What the exercise asks
Please give back only the lines below from the one containing "from __future__ import annotations" to the one containing "instead of a motor", each repeated word for word, both ends included.

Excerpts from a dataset
════════════════

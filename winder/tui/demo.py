"""``winder demo``: a shipped example coil wound on the simulated winder.

The simulator runs as a subprocess on a pseudo-terminal (``winder sim --pty``,
started by :func:`winder.link.simproc.start_sim`); the session is created in a
temporary directory. Everything else is the real path: the planner, the
schedule, the link driver, the session runner and journal.
"""

from __future__ import annotations

import shutil
import tempfile
from pathlib import Path
from typing import Any

from winder.errors import InputError


def example_coil_path(name: str) -> Path:
    """The shipped example coil ``name`` (with or without .yaml)."""
    from winder.profile import examples_dir

    coils = examples_dir() / "coils"
    path = coils / (name if name.endswith(".yaml") else f"{name}.yaml")
    if not path.exists():
        known = ", ".join(sorted(p.stem for p in coils.glob("*.yaml")))
        raise InputError(f"no example coil {name!r}; shipped: {known}", where="--coil")
    return path


def demo_app(*, coil: str = "sense-6k2", speedup: float = 1.0, hand: bool = False,
             workdir: Path | None = None) -> tuple[Any, Any, Any]:
    """(app, setup, sim): the demo app, not yet run. The caller closes ``sim``.

    ``hand`` simulates a turn counter on a hand-cranked spindle instead of a motor
    winder: no motor, so no caution; the monitor shows where the wire should be.
    """
    from winder.link.simproc import start_sim
    from winder.profile import load_coil
    from winder.tui.app import WinderApp
    from winder.tui.wind import WindSetup

    if not (0 < speedup <= 1000):
        raise InputError("speedup must be more than 0 and at most 1000", where="--speedup")
    path = example_coil_path(coil)
    loaded = load_coil(path)
    work = Path(workdir) if workdir is not None else Path(tempfile.mkdtemp(prefix="winder-demo-"))
    sim = start_sim(mode="counter" if hand else "controller", speedup=speedup)
    setup = WindSetup(sim.device, session_dir=work / "session", original=loaded,
                      original_path=path)
    what = "hand winding on a simulated counter" if hand else "demo on the simulated winder"
    app = WinderApp(coil=loaded, start_wind=setup, title=f"{loaded.name} · {what}")
    return app, setup, sim


def run_demo(*, coil: str = "sense-6k2", speedup: float = 1.0, keep: bool = False,
             hand: bool = False) -> int:
    """Run the demo in this terminal; returns the exit code."""
    from winder.tui.app import run_app

    work = Path(tempfile.mkdtemp(prefix="winder-demo-"))
    sim = None
    try:
        app, setup, sim = demo_app(coil=coil, speedup=speedup, hand=hand, workdir=work)
        rc = run_app(app)
        sess = setup.session
        if sess is not None:
            st = sess.state
            print(f"demo: {st.state} at {st.turns:g} turns, {len(st.readings)} reading(s)"
                  + ("." if hand else "; the simulated motor is stopped."))
        if keep:
            print(f"demo session kept in {work / 'session'}")
        return rc
    finally:
        if sim is not None:
            sim.close()
        if not keep:
            shutil.rmtree(work, ignore_errors=True)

════════════════

Response area
from __future__ import annotations

import shutil
import tempfile
from pathlib import Path
from typing import Any

from winder.errors import InputError


def example_coil_path(name: str) -> Path:
    """The shipped example coil ``name`` (with or without .yaml)."""
    from winder.profile import examples_dir

    coils = examples_dir() / "coils"
    path = coils / (name if name.endswith(".yaml") else f"{name}.yaml")
    if not path.exists():
        known = ", ".join(sorted(p.stem for p in coils.glob("*.yaml")))
        raise InputError(f"no example coil {name!r}; shipped: {known}", where="--coil")
    return path


def demo_app(*, coil: str = "sense-6k2", speedup: float = 1.0, hand: bool = False,
             workdir: Path | None = None) -> tuple[Any, Any, Any]:
    """(app, setup, sim): the demo app, not yet run. The caller closes ``sim``.

    ``hand`` simulates a turn counter on a hand-cranked spindle instead of a motor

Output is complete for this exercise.